## What the task requires
Reproduce the entries exactly as they appear below.

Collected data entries
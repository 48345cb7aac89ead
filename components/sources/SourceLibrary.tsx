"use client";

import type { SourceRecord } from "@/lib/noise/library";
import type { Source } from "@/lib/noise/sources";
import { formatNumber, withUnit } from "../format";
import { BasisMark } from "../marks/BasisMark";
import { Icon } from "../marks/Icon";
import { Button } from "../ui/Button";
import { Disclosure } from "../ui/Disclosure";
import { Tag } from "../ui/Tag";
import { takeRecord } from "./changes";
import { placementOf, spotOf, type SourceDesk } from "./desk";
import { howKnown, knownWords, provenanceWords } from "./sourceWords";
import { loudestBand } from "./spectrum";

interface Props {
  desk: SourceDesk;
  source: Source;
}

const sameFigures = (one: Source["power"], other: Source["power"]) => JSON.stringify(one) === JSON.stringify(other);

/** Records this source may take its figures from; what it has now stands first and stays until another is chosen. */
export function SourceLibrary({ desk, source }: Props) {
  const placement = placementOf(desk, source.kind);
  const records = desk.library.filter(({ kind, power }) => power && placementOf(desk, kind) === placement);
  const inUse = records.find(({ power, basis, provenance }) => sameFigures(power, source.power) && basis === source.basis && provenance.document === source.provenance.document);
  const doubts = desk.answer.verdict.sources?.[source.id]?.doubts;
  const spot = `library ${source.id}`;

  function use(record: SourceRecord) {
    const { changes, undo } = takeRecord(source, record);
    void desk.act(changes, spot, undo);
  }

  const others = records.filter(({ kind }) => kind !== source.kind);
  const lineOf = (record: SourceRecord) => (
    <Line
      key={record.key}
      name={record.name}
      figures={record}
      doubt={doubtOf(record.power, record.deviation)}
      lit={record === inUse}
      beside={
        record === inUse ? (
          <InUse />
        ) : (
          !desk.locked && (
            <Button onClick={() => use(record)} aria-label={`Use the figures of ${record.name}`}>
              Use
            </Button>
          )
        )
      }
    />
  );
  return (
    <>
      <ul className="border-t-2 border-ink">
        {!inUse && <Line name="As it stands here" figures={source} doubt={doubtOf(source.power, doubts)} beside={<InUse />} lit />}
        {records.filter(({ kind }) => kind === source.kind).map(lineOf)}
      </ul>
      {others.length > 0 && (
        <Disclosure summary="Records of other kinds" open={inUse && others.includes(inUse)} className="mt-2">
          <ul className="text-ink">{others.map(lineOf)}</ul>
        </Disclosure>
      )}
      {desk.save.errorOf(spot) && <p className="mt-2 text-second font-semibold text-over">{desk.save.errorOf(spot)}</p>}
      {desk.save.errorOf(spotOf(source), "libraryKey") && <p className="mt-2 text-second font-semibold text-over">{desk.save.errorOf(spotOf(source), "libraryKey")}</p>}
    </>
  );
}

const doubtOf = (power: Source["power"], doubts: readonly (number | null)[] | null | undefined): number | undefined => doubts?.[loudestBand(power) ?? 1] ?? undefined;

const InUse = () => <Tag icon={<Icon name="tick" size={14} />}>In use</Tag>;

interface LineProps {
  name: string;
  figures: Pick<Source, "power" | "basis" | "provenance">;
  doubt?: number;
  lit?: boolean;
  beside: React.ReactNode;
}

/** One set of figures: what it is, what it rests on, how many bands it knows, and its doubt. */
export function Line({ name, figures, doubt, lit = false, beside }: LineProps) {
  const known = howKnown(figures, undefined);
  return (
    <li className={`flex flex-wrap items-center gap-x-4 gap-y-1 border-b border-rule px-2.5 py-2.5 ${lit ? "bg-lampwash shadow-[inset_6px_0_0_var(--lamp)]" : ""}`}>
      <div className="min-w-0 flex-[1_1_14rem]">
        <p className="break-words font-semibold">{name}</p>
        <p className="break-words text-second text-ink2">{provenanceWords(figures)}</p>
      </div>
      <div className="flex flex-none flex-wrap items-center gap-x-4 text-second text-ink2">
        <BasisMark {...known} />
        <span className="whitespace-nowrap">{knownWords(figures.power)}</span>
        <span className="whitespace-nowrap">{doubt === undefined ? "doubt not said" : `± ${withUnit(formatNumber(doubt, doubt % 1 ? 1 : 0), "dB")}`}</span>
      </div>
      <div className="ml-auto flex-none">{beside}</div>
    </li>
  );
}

## Result for this task
repository 48345cb7aac89ead
filename components/sources/SourceLibrary.tsx
"use client";

import type { SourceRecord } from "@/lib/noise/library";
import type { Source } from "@/lib/noise/sources";
import { formatNumber, withUnit } from "../format";
import { BasisMark } from "../marks/BasisMark";
import { Icon } from "../marks/Icon";
import { Button } from "../ui/Button";
import { Disclosure } from "../ui/Disclosure";
import { Tag } from "../ui/Tag";
import { takeRecord } from "./changes";
import { placementOf, spotOf, type SourceDesk } from "./desk";
import { howKnown, knownWords, provenanceWords } from "./sourceWords";
import { loudestBand } from "./spectrum";

interface Props {
  desk: SourceDesk;
  source: Source;
}

const sameFigures = (one: Source["power"], other: Source["power"]) => JSON.stringify(one) === JSON.stringify(other);

/** Records this source may take its figures from; what it has now stands first and stays until another is chosen. */
export function SourceLibrary({ desk, source }: Props) {
  const placement = placementOf(desk, source.kind);
  const records = desk.library.filter(({ kind, power }) => power && placementOf(desk, kind) === placement);
  const inUse = records.find(({ power, basis, provenance }) => sameFigures(power, source.power) && basis === source.basis && provenance.document === source.provenance.document);
  const doubts = desk.answer.verdict.sources?.[source.id]?.doubts;
  const spot = `library ${source.id}`;

  function use(record: SourceRecord) {
    const { changes, undo } = takeRecord(source, record);
    void desk.act(changes, spot, undo);
  }

  const others = records.filter(({ kind }) => kind !== source.kind);
  const lineOf = (record: SourceRecord) => (
    <Line
      key={record.key}
      name={record.name}
      figures={record}
      doubt={doubtOf(record.power, record.deviation)}
      lit={record === inUse}
      beside={
        record === inUse ? (
          <InUse />
        ) : (
          !desk.locked && (
            <Button onClick={() => use(record)} aria-label={`Use the figures of ${record.name}`}>
              Use
            </Button>
          )
        )
      }
    />
  );
  return (
    <>
      <ul className="border-t-2 border-ink">
        {!inUse && <Line name="As it stands here" figures={source} doubt={doubtOf(source.power, doubts)} beside={<InUse />} lit />}
        {records.filter(({ kind }) => kind === source.kind).map(lineOf)}
      </ul>
      {others.length > 0 && (
        <Disclosure summary="Records of other kinds" open={inUse && others.includes(inUse)} className="mt-2">
          <ul className="text-ink">{others.map(lineOf)}</ul>
        </Disclosure>
      )}
      {desk.save.errorOf(spot) && <p className="mt-2 text-second font-semibold text-over">{desk.save.errorOf(spot)}</p>}
      {desk.save.errorOf(spotOf(source), "libraryKey") && <p className="mt-2 text-second font-semibold text-over">{desk.save.errorOf(spotOf(source), "libraryKey")}</p>}
    </>
  );
}

const doubtOf = (power: Source["power"], doubts: readonly (number | null)[] | null | undefined): number | undefined => doubts?.[loudestBand(power) ?? 1] ?? undefined;

const InUse = () => <Tag icon={<Icon name="tick" size={14} />}>In use</Tag>;

interface LineProps {
  name: string;
  figures: Pick<Source, "power" | "basis" | "provenance">;
  doubt?: number;
  lit?: boolean;
  beside: React.ReactNode;
}

/** One set of figures: what it is, what it rests on, how many bands it knows, and its doubt. */
export function Line({ name, figures, doubt, lit = false, beside }: LineProps) {
  const known = howKnown(figures, undefined);
  return (
    <li className={`flex flex-wrap items-center gap-x-4 gap-y-1 border-b border-rule px-2.5 py-2.5 ${lit ? "bg-lampwash shadow-[inset_6px_0_0_var(--lamp)]" : ""}`}>
      <div className="min-w-0 flex-[1_1_14rem]">
        <p className="break-words font-semibold">{name}</p>
        <p className="break-words text-second text-ink2">{provenanceWords(figures)}</p>
      </div>
      <div className="flex flex-none flex-wrap items-center gap-x-4 text-second text-ink2">
        <BasisMark {...known} />
        <span className="whitespace-nowrap">{knownWords(figures.power)}</span>
        <span className="whitespace-nowrap">{doubt === undefined ? "doubt not said" : `± ${withUnit(formatNumber(doubt, doubt % 1 ? 1 : 0), "dB")}`}</span>
      </div>
      <div className="ml-auto flex-none">{beside}</div>
    </li>
  );
}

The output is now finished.